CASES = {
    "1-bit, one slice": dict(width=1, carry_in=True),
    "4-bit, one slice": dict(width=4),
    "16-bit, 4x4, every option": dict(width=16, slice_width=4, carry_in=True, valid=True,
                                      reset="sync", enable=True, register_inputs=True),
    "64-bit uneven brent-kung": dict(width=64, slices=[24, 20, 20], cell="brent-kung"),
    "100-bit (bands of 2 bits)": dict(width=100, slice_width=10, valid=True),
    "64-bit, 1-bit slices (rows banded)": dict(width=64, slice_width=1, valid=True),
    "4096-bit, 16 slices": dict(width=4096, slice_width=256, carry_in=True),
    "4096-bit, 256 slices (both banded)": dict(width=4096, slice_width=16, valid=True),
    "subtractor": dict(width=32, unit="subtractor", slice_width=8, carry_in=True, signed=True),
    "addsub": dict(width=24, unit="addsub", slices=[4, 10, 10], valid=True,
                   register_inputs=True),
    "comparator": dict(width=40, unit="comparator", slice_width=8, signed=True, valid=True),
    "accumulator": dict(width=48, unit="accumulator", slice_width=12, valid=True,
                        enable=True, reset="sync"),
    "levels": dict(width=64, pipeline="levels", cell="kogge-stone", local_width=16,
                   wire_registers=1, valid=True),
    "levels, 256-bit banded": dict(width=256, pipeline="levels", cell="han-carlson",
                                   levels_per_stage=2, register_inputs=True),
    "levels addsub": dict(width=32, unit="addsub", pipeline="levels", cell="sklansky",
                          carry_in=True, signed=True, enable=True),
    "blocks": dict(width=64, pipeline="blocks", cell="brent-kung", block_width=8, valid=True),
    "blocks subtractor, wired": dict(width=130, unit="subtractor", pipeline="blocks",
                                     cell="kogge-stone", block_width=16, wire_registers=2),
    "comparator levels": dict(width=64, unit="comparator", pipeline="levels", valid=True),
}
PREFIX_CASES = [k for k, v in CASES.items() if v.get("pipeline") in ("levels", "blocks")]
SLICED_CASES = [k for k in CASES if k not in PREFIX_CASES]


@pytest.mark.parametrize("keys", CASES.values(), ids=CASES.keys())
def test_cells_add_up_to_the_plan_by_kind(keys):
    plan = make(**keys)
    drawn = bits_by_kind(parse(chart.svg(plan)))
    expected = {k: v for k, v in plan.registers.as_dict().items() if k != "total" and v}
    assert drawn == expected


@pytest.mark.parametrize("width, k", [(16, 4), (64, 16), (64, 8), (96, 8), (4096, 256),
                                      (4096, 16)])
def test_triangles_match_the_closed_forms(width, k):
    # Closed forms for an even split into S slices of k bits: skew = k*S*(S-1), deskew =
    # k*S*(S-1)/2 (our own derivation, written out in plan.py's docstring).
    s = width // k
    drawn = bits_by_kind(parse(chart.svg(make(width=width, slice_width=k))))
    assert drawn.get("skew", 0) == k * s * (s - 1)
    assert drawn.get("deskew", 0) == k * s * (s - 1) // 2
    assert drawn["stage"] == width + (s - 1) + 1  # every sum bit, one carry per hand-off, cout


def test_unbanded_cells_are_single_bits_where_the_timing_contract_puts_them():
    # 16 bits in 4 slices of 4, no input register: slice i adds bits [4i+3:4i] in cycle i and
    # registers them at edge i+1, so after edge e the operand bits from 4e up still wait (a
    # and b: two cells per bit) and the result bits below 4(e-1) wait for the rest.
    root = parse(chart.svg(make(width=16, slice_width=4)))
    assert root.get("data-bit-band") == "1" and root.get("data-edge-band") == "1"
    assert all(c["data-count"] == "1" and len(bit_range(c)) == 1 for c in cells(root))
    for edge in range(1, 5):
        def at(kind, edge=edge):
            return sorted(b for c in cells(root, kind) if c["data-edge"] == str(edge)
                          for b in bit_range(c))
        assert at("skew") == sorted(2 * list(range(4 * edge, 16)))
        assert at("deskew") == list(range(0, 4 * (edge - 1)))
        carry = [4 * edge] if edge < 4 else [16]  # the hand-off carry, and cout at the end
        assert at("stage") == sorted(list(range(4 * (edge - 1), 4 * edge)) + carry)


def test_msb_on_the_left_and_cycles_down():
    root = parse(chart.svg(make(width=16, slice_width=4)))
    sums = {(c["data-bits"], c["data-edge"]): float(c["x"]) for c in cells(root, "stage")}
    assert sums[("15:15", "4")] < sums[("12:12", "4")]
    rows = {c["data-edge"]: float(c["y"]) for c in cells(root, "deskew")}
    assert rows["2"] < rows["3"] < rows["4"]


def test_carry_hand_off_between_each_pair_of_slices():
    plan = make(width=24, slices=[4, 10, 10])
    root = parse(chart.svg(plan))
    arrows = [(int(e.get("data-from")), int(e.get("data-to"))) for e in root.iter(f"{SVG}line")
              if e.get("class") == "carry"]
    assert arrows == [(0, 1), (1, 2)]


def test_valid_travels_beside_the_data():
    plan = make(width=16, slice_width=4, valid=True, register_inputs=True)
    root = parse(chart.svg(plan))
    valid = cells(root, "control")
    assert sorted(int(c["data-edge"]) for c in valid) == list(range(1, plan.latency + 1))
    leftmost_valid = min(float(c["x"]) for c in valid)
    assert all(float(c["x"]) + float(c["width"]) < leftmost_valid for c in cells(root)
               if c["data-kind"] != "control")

▶ **Activity**
From the records above, return each line that includes "comparator".

▶ **Response to the exercise**
    "comparator": dict(width=40, unit="comparator", slice_width=8, signed=True, valid=True),
    "comparator levels": dict(width=64, unit="comparator", pipeline="levels", valid=True),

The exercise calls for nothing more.